The quality of the formwork is one of the most critical factors, Kanters pointed out.

“Staining or whatever was on the form gets transferred to the SCC,” he said. “Pumping from the bottom up leads to a much smoother surface finish, less entrapped air, which means fewer bug holes.”

Characteristics of SCC are high fluidity, conformity to the shape of the formwork, high resistance to segregation and bleeding and no honeycombing.

“When it comes to the contractor and what you are looking for, there are three basic test methods: filling ability, how easily it can flow and completely fill the formwork, passing ability, how easily it can flow around reinforcing steel or any other obstructions in the formwork,” said Kanters. “The most critical component is stability — is it able to stay homogenous as it flows through the formwork?”

Advantages to SCC include reduced construction time, a superior surface finish, reduced labour intensity and low shrinkage, he added.

“As fast as you can place it, you can pour it.
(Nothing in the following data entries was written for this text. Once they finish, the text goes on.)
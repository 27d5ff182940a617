"""Solving a study's variants: in this process, in a local process pool, or on a Dask
cluster; done variants are read back from the store (store.py), not solved again.

Each variant is solved by `solve_variant` from its model as TOML text, so the same function
runs unchanged in a worker process or on a remote Dask worker (which needs hingeline
installed); it returns the files to store and the figures of the CSV row, and this process
writes them, so a remote worker needs no access to OUTDIR.

Units: m for positions, seconds for times; load factors are dimensionless.
May import: `hingeline.solve`, `hingeline.model`, `hingeline.outputs`, `hingeline.errors`,
the other study modules; dask.distributed only inside `connect` (an optional extra).
"""
from __future__ import annotations

import logging
import os
import tempfile
import time
from concurrent.futures import ProcessPoolExecutor, as_completed
from concurrent.futures.process import BrokenProcessPool
from dataclasses import asdict, dataclass
from pathlib import Path
from typing import Callable, Iterator

from ..errors import SolverError, UnstableSlabError
from ..model import model_from_toml
from ..solve import solve_cases
from .file import Study, StudyError
from .store import Store, fingerprint, to_toml
from .variants import Plan, Variant

log = logging.getLogger(__name__)

SOLVED = "solved"
#: How long to wait for a Dask scheduler to answer before giving up.
CONNECT_TIMEOUT = "10s"
CLUSTER_HINT = "install the cluster extra: pip install 'hingeline[cluster]'"


@dataclass(frozen=True)
class SolveOptions:
    """How every variant is solved (hingeline.solve_cases): nodes (one uniform mesh of about
    that many nodes) or mesh_size in m, else refinement to gap within time_limit s (None: the
    model's), lower_bound on or off; drawings:
    also store pattern.png, mechanism.png, deflection.png (and utilisation.png) per variant (not part of the
    fingerprint: it changes no figure)."""

    nodes: int | None = None
    mesh_size: float | None = None
    gap: float | None = None
    time_limit: float | None = None
    lower_bound: bool = True
    drawings: bool = False

    def solve_dict(self) -> dict:
        """The options that change a result (those the fingerprint covers)."""
        d = asdict(self)
        d.pop("drawings")
        return d


@dataclass(frozen=True)
class Row:
    """One line of study.csv.

    x, y: the moving opening's centroid, m (None without [move_opening]); scale: its size
    factor or None; values: one per sweep; load_factor (upper bound), lower_bound (None when
    skipped or not proven) and gap (upper - lower) / upper; seconds: wall time of the solve;
    status: "solved", "skipped: <reason>" or "failed: <message>"; fingerprint: the variant's
    folder name under OUTDIR/variants ("" when skipped); reused: read back from the store.
    """

    x: float | None
    y: float | None
    scale: float | None
    values: tuple[float, ...]
    load_factor: float | None = None
    lower_bound: float | None = None
    gap: float | None = None
    seconds: float | None = None
    status: str = SOLVED
    fingerprint: str = ""
    reused: bool = False


def solve_variant(model_text: str, options: SolveOptions) -> dict:
    """Solve one variant given as model TOML text; return {"status", "seconds", "load_factor",
    "lower_bound", "gap", "files": {name: bytes}} ("files" empty unless solved). A slab that
    is unstable or a solver failure gives status "failed: <message>" instead of raising."""
    from ..outputs.result_json import write_outputs

    model = model_from_toml(model_text, "variant model")
    t0 = time.perf_counter()
    try:
        result = solve_cases(model, options.nodes, options.mesh_size, options.lower_bound, options.gap,
                             options.time_limit)
    except (UnstableSlabError, SolverError) as exc:
        return {"status": f"failed: {exc}", "seconds": time.perf_counter() - t0, "files": {}}
    seconds = time.perf_counter() - t0
    with tempfile.TemporaryDirectory(prefix="hingeline-variant-") as tmp:
        paths = write_outputs(result, tmp, formats=("png",) if options.drawings else ())
        files = {p.name: p.read_bytes() for p in paths}
    lb = result.lower_bound.load_factor if result.lower_bound is not None else None
    return {"status": SOLVED, "seconds": seconds, "load_factor": float(result.load_factor),
            "lower_bound": None if lb is None else float(lb),
            "gap": None if result.gap is None else float(result.gap), "files": files}


def connect(address: str):
    """A dask.distributed Client connected to the scheduler at `address` (raises StudyError when
    Dask is not installed or the scheduler cannot be reached)."""
    try:
        from dask.distributed import Client
    except ImportError:
        raise StudyError(f"--scheduler needs Dask, which is not installed; {CLUSTER_HINT}") from None
    try:
        return Client(address, timeout=CONNECT_TIMEOUT)
    except (OSError, TimeoutError, ValueError) as exc:
        raise StudyError(f"--scheduler {address}: cannot connect ({exc}); check the address "
                         "(e.g. tcp://host:8786) and that the scheduler is running") from None


def _header(study: Study, v: Variant) -> str:
    where = [] if v.x is None else [f"moving opening centroid ({v.x:g}, {v.y:g}) m"]
    where += [] if v.scale is None else [f"size factor {v.scale:g}"]
    where += [f"{s.key} = {val!r}" for s, val in zip(study.sweeps, v.values)]
    return (f"Variant of {study.model_path.name} in the study {study.path.name}:\n" + ", ".join(where))


def _record(study: Study, v: Variant, fp: str, outcome: dict, options: SolveOptions) -> dict:
    return {"fingerprint": fp, "x": v.x, "y": v.y, "scale": v.scale,
            "values": {s.key: val for s, val in zip(study.sweeps, v.values)},
            "solve": options.solve_dict(),
            **{k: outcome.get(k) for k in ("status", "seconds", "load_factor", "lower_bound", "gap")}}


def _row(v: Variant, fp: str, rec: dict, reused: bool) -> Row:
    return Row(v.x, v.y, v.scale, v.values, rec.get("load_factor"), rec.get("lower_bound"), rec.get("gap"),
               rec.get("seconds"), rec["status"], fp if rec["status"] == SOLVED else "", reused)


def _local(tasks: list[tuple[str, str]], options: SolveOptions, jobs: int) -> Iterator[tuple[str, dict]]:
    if jobs == 1:
        for fp, text in tasks:
            yield fp, solve_variant(text, options)
        return
    pool = ProcessPoolExecutor(max_workers=jobs)
    try:
        futures = {pool.submit(solve_variant, text, options): fp for fp, text in tasks}
        for future in as_completed(futures):
            yield futures[future], future.result()
    except BrokenProcessPool:
        raise SolverError("a worker process stopped unexpectedly (out of memory?); run the study again "
                          "to resume, perhaps with fewer --jobs") from None
    finally:
        # An interrupted study stops at once; the variants done so far are stored.
        pool.shutdown(wait=False, cancel_futures=True)


def _dask(tasks: list[tuple[str, str]], options: SolveOptions, client) -> Iterator[tuple[str, dict]]:
    from dask.distributed import as_completed as dask_completed

    futures = {client.submit(solve_variant, text, options, key=f"hingeline-variant-{fp}", pure=False): fp
               for fp, text in tasks}
    try:
        for future in dask_completed(list(futures)):
            yield futures[future], future.result()
    finally:
        client.cancel(list(futures))


def run_study(study: Study, plan: Plan, options: SolveOptions, outdir: str | os.PathLike,
              jobs: int | None = None, client=None,
              on_start: Callable[[list[Row], int], None] | None = None,
              on_done: Callable[[Row, int, int], None] | None = None) -> list[Row]:
    """Solve every variant of `plan` not yet done in OUTDIR/variants and return the rows of
    study.csv: the variants in plan order, then the skipped positions.

    jobs: local worker processes (default: all cores; 1 solves in this process); client: a
    dask.distributed Client (see `connect`), used instead of local processes when given.
    on_start(rows read back, number to solve) is called before solving, on_done(row, done,
    total) after each variant solved in this run.
    """
    store = Store(Path(outdir) / "variants")
    keyed = [(v, fingerprint(v.model, options.solve_dict())) for v in plan.variants]
    rows: dict[str, Row] = {}
    todo: dict[str, tuple[Variant, str]] = {}
    for v, fp in keyed:
        rec = store.read(fp)
        if rec is not None and (not options.drawings or (store.path(fp) / "pattern.png").is_file()):
            rows[fp] = _row(v, fp, rec, reused=True)
        elif fp not in todo:
            todo[fp] = (v, to_toml(v.model, _header(study, v)))
    log.info("%d variants: %d done before, %d to solve", len(keyed), len(rows), len(todo))
    tasks = [(fp, text) for fp, (_, text) in todo.items()]
    if on_start is not None:
        on_start(list(rows.values()), len(tasks))
    jobs = jobs or os.cpu_count() or 1
    results = _dask(tasks, options, client) if client is not None else _local(tasks, options, jobs)
    for n, (fp, outcome) in enumerate(results, start=1):
        v, text = todo[fp]
        rec = _record(study, v, fp, outcome, options)
        if outcome["status"] == SOLVED:
            store.write(fp, text, outcome["files"], rec)
        else:
            log.warning("variant %s: %s", fp[:12], outcome["status"])
        rows[fp] = _row(v, fp, rec, reused=False)
        if on_done is not None:
            on_done(rows[fp], n, len(tasks))
    out = [rows[fp] for _, fp in keyed]
    for s in plan.skipped:
        out.append(Row(s.x, s.y, s.scale, s.values, status=f"skipped: {s.reason}"))
    return out


__all__ = ["CLUSTER_HINT", "Row", "SOLVED", "SolveOptions", "connect", "run_study", "solve_variant"]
You just have to be concerned when you design your formwork that you design it for full liquid head,” said Kanters, adding this can cause some issues with placement and control.

“The key for horizontal applications is not to vibrate the surface too much. We don’t want to cause segregation and have the coarse aggregate separate out and go to the bottom.”

Testing is critical when it comes to all concrete, Kanters noted.

“What you see typically out on the jobsite its slump flow, Visual Stability Index and J ring, which is you conduct the slump flow test, measure your diameter then you clean off the board, put the J ring down and put your slump cone in the middle, pour the concrete and now we’re forcing the concrete to flow around the rods in the J Ring,” said Kanters. “What we’re looking for is that the slump doesn’t reduce by any more than 25 millimetres. We’re really trying to simulate reinforcing steel.”

Testing is done to ensure it meets typical compressive strength, shrinkage and Rapid Chloride Permeability specifications and the requirements of the Hardened Air Void System.

“As an association, we’ve developed an 18-page best practices guide when it comes to SCC,” Kanters said. “We’ve learned lots of lessons when it comes to the challenges.”

One of the first projects that used SCC was the Garden City Skyway in St. Catharines, Ont. in 2005.

“SCC wasn’t specified on this project, what was specified was a low shrinkage concrete,” said Kanters. “One of the challenges when it comes to SCC is making sure you place the material in such a way that you don’t entrap air. You don’t get a perfect finish, depending on how you place the material, but it is considerably better than what you typically see on a form and pump application.”